The positive correlation of Pokemon expression with disease progression suggests that Pokemon may promote cancer development. To determine the underlying mechanisms, we attempted to identify genes regulated by Pokemon in MCF-7 breast cancer cells. A total of six MCF-7 cell clones with stable Pokemon overexpression were isolated (Additional file 2), and three of them were subjected to cDNA microarray analysis. Figure 2 shows representative data of microarray analysis, in which a total of 121 genes were found to have more than a twofold increased or decreased expression in Pokemon-overexpressing cells compared to the vector control. On the basis of the Kyoto Encyclopedia of Genes and Genomes and the Gene Ontology databases, these genes are classified into seven signaling and/or metabolic pathways (Figure 2C). Notably, these Pokemon target genes are mainly involved in apoptosis, cell cycle, differentiation and biosynthesis, suggesting the importance of Pokemon in cell growth, proliferation and carcinogenesis.

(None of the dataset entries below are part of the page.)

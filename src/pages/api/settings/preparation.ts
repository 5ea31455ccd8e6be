import { preparationSettingsSchema } from "../../../lib/schemas/preparation";
import { endpoint, requirePermission } from "../../../lib/server/guard";
import { json, readJson } from "../../../lib/server/http";
import { getPreparationSettings, savePreparationSettings } from "../../../lib/server/services/preparation-settings";

export const GET = endpoint(async ({ locals }) => {
  requirePermission(locals, "read:batch");
  return json({ settings: await getPreparationSettings() });
});

export const PUT = endpoint(async ({ locals, request, clientAddress }) => {
  const user = requirePermission(locals, "manage:preparation-settings");
  const settings = await readJson(request, preparationSettingsSchema);
  return json({ settings: await savePreparationSettings(settings, user, clientAddress) });
});
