import { spawnSync } from "node:child_process";
import { describe, expect, it } from "vitest";
import { EnvError, parseEnv } from "../../src/lib/server/env";

const good = { DATABASE_NAME: "decant", DATABASE_USER: "decant", DATABASE_PASSWORD: "secret" };

describe("environment parsing", () => {
  it("accepts a complete environment and applies defaults", () => {
    const env = parseEnv(good);
    expect(env.DATABASE_PORT).toBe(3307);
    expect(env.SMTP_SECURE).toBe(false);
  });

  it.each([
    ["DATABASE_PORT", { ...good, DATABASE_PORT: "not-a-port" }],
    ["DATABASE_PORT", { ...good, DATABASE_PORT: "70000" }],
    ["DATABASE_NAME", { ...good, DATABASE_NAME: "decant; DROP" }],
    ["DATABASE_PASSWORD", { DATABASE_NAME: "decant", DATABASE_USER: "decant" }],
    ["APP_ORIGIN", { ...good, APP_ORIGIN: "not a url" }],
    ["SMTP_SECURE", { ...good, SMTP_SECURE: "yes" }],
  ])("names %s when it is bad or missing", (name, source) => {
    expect(() => parseEnv(source)).toThrow(EnvError);
    expect(() => parseEnv(source)).toThrow(new RegExp(name));
  });

  it("stops start-up with a message naming the variable", () => {
    const result = spawnSync("node_modules/.bin/tsx", ["src/db/cli.ts", "migrate"], {
      env: { PATH: process.env.PATH, ...good, DATABASE_PORT: "abc" },
      encoding: "utf8",
    });
    expect(result.status).toBe(1);
    expect(result.stderr).toMatch(/DATABASE_PORT/);
    expect(result.stderr).not.toMatch(/at .*\.ts:\d+/); // one clear line, not a stack trace
  });
});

Interestingly, BIRC5 (survivin), a negative prognostic factor for breast cancer [38], was found to be one of the downstream targets of Pokemon. Therefore, transfection experiments were performed to determine the role of Pokemon in inducing the expression of survivin. MCF-7 cells were transfected with Pokemon expression vector to increase the level of Pokemon, while MDA-MD-231 cells were transfected with Pokemon siRNA to knock down its expression. As shown in Figure 2D(I), three different siRNA targeting 426 to 444 bp, 476 to 494 bp and 624 to 642 bp of Pokemon mRNA successfully knocked down its expression and in turn led to a decrease of survivin, proving the cDNA microarray data. A time-course study showed that significant silencing of Pokemon by siRNA was observed at 48 hours after transfection. Interestingly, Pokemon silencing in MDA-MD-231 led to upregulation of p14ARF, but had no effect on Bcl-2 expression. In addition, transient expression of Pokemon in MCF-7 cells induced survivin upregulation in a parallel manner to Pokemon levels (Figure 2D(II)), supporting the cDNA microarray data from stable clones. Taken together, these results suggest that Pokemon indeed induces survivin expression.

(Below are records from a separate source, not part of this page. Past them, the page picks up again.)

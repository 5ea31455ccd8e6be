/**
 * Money in Decant: an integer number of minor units (cents for EUR) with an ISO 4217 code.
 * Never a float of major units; arithmetic stays in integers and only `formatMoney` turns an
 * amount into text. Pure: runs in the browser and on the server.
 */
import { numberFormat } from "../format";

export interface Money {
  /** Integer minor units, e.g. 1234 for €12.34. */
  amount: number;
  /** ISO 4217 code, e.g. "EUR". */
  currency: string;
}

/** Digits after the decimal point for a currency: 2 for EUR, 0 for JPY. */
export function minorDigits(currency: string): number {
  return numberFormat("en", { style: "currency", currency }).resolvedOptions().maximumFractionDigits ?? 2;
}

/**
 * The one money formatter.
 *
 * @example formatMoney({ amount: 123456, currency: "EUR" }) // → "€1,234.56"
 * @example formatMoney({ amount: -250, currency: "EUR" })    // → "-€2.50"
 */
export function formatMoney(money: Money, locale = "en-GB"): string {
  if (!Number.isInteger(money.amount)) throw new RangeError(`Money amounts are integer minor units, got ${money.amount}`);
  const digits = minorDigits(money.currency);
  return numberFormat(locale, {
    style: "currency",
    currency: money.currency,
    minimumFractionDigits: digits,
    maximumFractionDigits: digits,
  }).format(money.amount / 10 ** digits);
}

/** Adds amounts of one currency; mixing currencies is a programming error. */
export function addMoney(a: Money, b: Money): Money {
  if (a.currency !== b.currency) throw new RangeError(`Cannot add ${a.currency} and ${b.currency}`);
  return { amount: a.amount + b.amount, currency: a.currency };
}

To confirm that the induction of survivin by Pokemon indeed occurs in breast cancer, adjacent tissue microarrays containing 50 breast cancer tissue samples and matching adjacent normal breast tissue samples were subjected to immunohistological analysis of Pokemon and survivin expression. As shown in Figure 3, the levels of survivin and Pokemon expression were found to be highly correlated (r = 0.6799, P < 0.0001). In normal breast tissues, the expression levels of both Pokemon and survivin were low (data not shown).

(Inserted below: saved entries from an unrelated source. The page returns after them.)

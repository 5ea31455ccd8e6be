/**
 * An invoice as PDF (pdf-lib, A4, IBM Plex Sans as on statements and labels): the facility's and
 * the client's details, Decant's own number tied to the statement it bills, one line per charge
 * with its tax, totals, terms, remit-to and the note. Pure: the frozen details in, bytes out.
 */
import { PDFDocument, rgb, type PDFFont, type PDFPage } from "pdf-lib";
import { embedLabelFonts, sanitizer } from "../labels/label-pdf";
import type { InvoiceDetails } from "./invoice";
import { formatMoney } from "./money";
import type { InvoiceStatus } from "./types";
import { textDrawer } from "./pdf-text";

export interface InvoicePdfInput {
  details: InvoiceDetails;
  status: InvoiceStatus;
}

const A4 = { width: 595.28, height: 841.89 };
const MARGIN = 48;
const MUTED = rgb(0.37, 0.42, 0.47);
const RULE = rgb(0.86, 0.85, 0.81);
const TEAL = rgb(0.08, 0.37, 0.4);
const AMBER = rgb(0.54, 0.29, 0.03);

const lines = (text: string | null | undefined) => (text ?? "").split(/\r?\n/).filter((line) => line.trim() !== "");

export async function renderInvoicePdf({ details, status }: InvoicePdfInput): Promise<Uint8Array> {
  const doc = await PDFDocument.create();
  const { regular, bold } = await embedLabelFonts(doc);
  const clean = sanitizer(regular);
  const money = (amount: number) => formatMoney({ amount, currency: details.currency });
  doc.setTitle(`Invoice ${details.number}`);
  doc.setAuthor(details.facility.legalName);
  doc.setCreator("Decant");
  doc.setProducer("Decant (pdf-lib)");

  const pages: PDFPage[] = [];
  let page!: PDFPage;
  let y = 0;
  const { onPage, text, right, fit } = textDrawer(clean, regular);
  const taxed = details.tax.percent !== null;
  const COL = { item: MARGIN, net: taxed ? 400 : 470, tax: 470, amount: A4.width - MARGIN };
  const tableHeader = () => {
    text("Description", COL.item, y, 8.5, bold, MUTED);
    right("Net", COL.net, y, 8.5, bold, MUTED);
    if (taxed) right(`${details.tax.label} ${details.tax.percent} %`, COL.tax, y, 8.5, bold, MUTED);
    right("Amount", COL.amount, y, 8.5, bold, MUTED);
    y -= 6;
    page.drawLine({ start: { x: MARGIN, y }, end: { x: A4.width - MARGIN, y }, thickness: 0.8, color: RULE });
    y -= 14;
  };
  const newPage = () => {
    page = doc.addPage([A4.width, A4.height]);
    pages.push(page);
    onPage(page);
    y = A4.height - MARGIN;
  };
  const ensure = (height: number) => {
    if (y - height >= MARGIN + 40) return;
    newPage();
    text(`Invoice ${details.number} (continued)`, MARGIN, y - 8, 9, regular, MUTED);
    y -= 30;
  };

  newPage();
  page.drawRectangle({ x: 0, y: A4.height - 6, width: A4.width, height: 6, color: TEAL });
  const { facility, client } = details;
  text(facility.legalName, MARGIN, y - 8, 14, bold);
  let left = y - 24;
  for (const line of lines(facility.address)) {
    text(line, MARGIN, left, 9);
    left -= 12;
  }
  if (facility.taxId) {
    text(`Tax id ${facility.taxId}`, MARGIN, left, 9);
    left -= 12;
  }
  right("Invoice", A4.width - MARGIN, y - 8, 15, bold, TEAL);
  const meta = [
    `No. ${details.number}`,
    `Issued ${details.issuedOn}`,
    `Due ${details.dueOn}`,
    `Statement ${details.statementReference}`,
    `Period ${details.periodStart} to ${details.periodEnd}`,
  ];
  meta.forEach((line, index) => right(line, A4.width - MARGIN, y - 24 - index * 12.5, 9.5, index === 0 ? bold : regular));
  y = Math.min(left, y - 24 - meta.length * 12.5) - 18;

  text("Bill to", MARGIN, y, 8.5, bold, MUTED);
  y -= 14;
  text(client.name, MARGIN, y, 11, bold);
  y -= 13;
  for (const line of [
    ...lines(client.address),
    ...(client.taxId ? [`Tax id ${client.taxId}`] : []),
    ...(client.purchaseOrder ? [`Purchase order ${client.purchaseOrder}`] : []),
    ...(client.email ? [client.email] : []),
  ]) {
    text(line, MARGIN, y, 9.5);
    y -= 12;
  }
  y -= 12;
  if (status === "void" || status === "uncollectible") {
    const note = status === "void" ? "VOID: this invoice was cancelled; its number is kept." : "Written off as uncollectible.";
    page.drawRectangle({ x: MARGIN, y: y - 6, width: A4.width - 2 * MARGIN, height: 20, color: rgb(0.98, 0.94, 0.85) });
    text(note, MARGIN + 8, y, 9.5, bold, AMBER);
    y -= 30;
  }

  tableHeader();
  for (const line of details.lines) {
    ensure(16);
    const price = line.unitPrice_minor === null ? "" : ` at ${money(line.unitPrice_minor)} / ${line.rateUnit}`;
    text(fit(`${line.projectCode} · ${line.description}${price}`, COL.net - MARGIN - 70, 9), MARGIN, y, 9);
    right(money(line.amount_minor), COL.net, y, 9);
    if (taxed) right(money(line.tax_minor), COL.tax, y, 9);
    right(money(line.amount_minor + line.tax_minor), COL.amount, y, 9);
    y -= 14;
  }
  ensure(90);
  page.drawLine({ start: { x: MARGIN, y: y + 6 }, end: { x: A4.width - MARGIN, y: y + 6 }, thickness: 0.8, color: RULE });
  y -= 8;
  const totalRow = (label: string, amount: number, font = regular, size = 10) => {
    right(label, COL.tax - 70, y, size, font);
    right(money(amount), COL.amount, y, size, font);
    y -= size + 6;
  };
  totalRow("Subtotal", details.subtotal_minor);
  if (taxed) totalRow(`${details.tax.label} ${details.tax.percent} %`, details.tax_minor);
  else totalRow("Tax", 0);
  totalRow(`Total due (${details.currency})`, details.total_minor, bold, 12);
  y -= 8;
  if (details.tax.legend) {
    ensure(20);
    text(details.tax.legend, MARGIN, y, 9.5, bold);
    y -= 18;
  }
  ensure(30);
  text("Payment terms", MARGIN, y, 8.5, bold, MUTED);
  y -= 13;
  text(`${facility.paymentTermsDays} days net: please pay by ${details.dueOn}, quoting ${details.number}.`, MARGIN, y, 9.5);
  y -= 18;
  if (lines(facility.remitTo).length) {
    ensure(20 + 12 * lines(facility.remitTo).length);
    text("Remit to", MARGIN, y, 8.5, bold, MUTED);
    y -= 13;
    for (const line of lines(facility.remitTo)) {
      text(line, MARGIN, y, 9.5);
      y -= 12;
    }
    y -= 6;
  }
  if (lines(facility.note).length) {
    ensure(20);
    text("Note", MARGIN, y, 8.5, bold, MUTED);
    y -= 13;
    for (const line of lines(facility.note)) {
      ensure(12);
      text(fit(line, A4.width - 2 * MARGIN, 9), MARGIN, y, 9);
      y -= 12;
    }
  }

  pages.forEach((p, index) => {
    const label = clean(`${details.number} · page ${index + 1} of ${pages.length}`);
    p.drawText(label, { x: A4.width - MARGIN - regular.widthOfTextAtSize(label, 8), y: MARGIN - 20, size: 8, font: regular, color: MUTED });
    p.drawText(clean(`Bills statement ${details.statementReference}; figures from the facility's solvent ledger.`), {
      x: MARGIN,
      y: MARGIN - 20,
      size: 8,
      font: regular,
      color: MUTED,
    });
  });
  return doc.save();
}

We further explored the mechanism by which Pokemon regulates the expression of survivin. The promoter region of survivin, containing 2,080 bp upstream of the transcription start site, was cloned and used to drive the expression of luciferase reporter in MCF-7 and MDA-MB-231 breast cancer cells. Progressive deletions of the 5' end of the survivin promoter revealed that the -441-bp fragment possesses full promoter activity (Figure 4A). Promoter motif analyses recognized two GT boxes (GGGTG), located at -231 to -227 bp and -95 to -91 bp, which are potential binding sites of Pokemon. Therefore, this promoter fragment was used to investigate the regulatory role of Pokemon on its activity. As shown in Figure 4B, cotransfection of PCDNA3.1(+)/Pokemon greatly increased the activity of -pluc-441 in both MCF-7 and MDA-MB-231 cells, while the delivery of Pokemon siRNA significantly reduced its basal activity, suggesting Pokemon as a positive regulator of survivin promoter. Furthermore, replacing GGGTG with AAAAA in these two GT boxes of pluc-441 (luciferase plasmid at -441 bp) abrogated the promoter's responsiveness to Pokemon in both MCF-7 and MDA-MB-231 cells (Figure 4B), and interaction between Pokemon and survivin promoter was further confirmed by ChIP assay. As shown in Figure 4C, survivin promoter fragment was amplified by polymerase chain reaction assay from chromatin precipitated by an anti-Pokemon antibody, but not by nonspecific immunoglobulin G. These data suggest that Pokemon upregulates survivin expression through direct binding to the GT boxes in its promoter.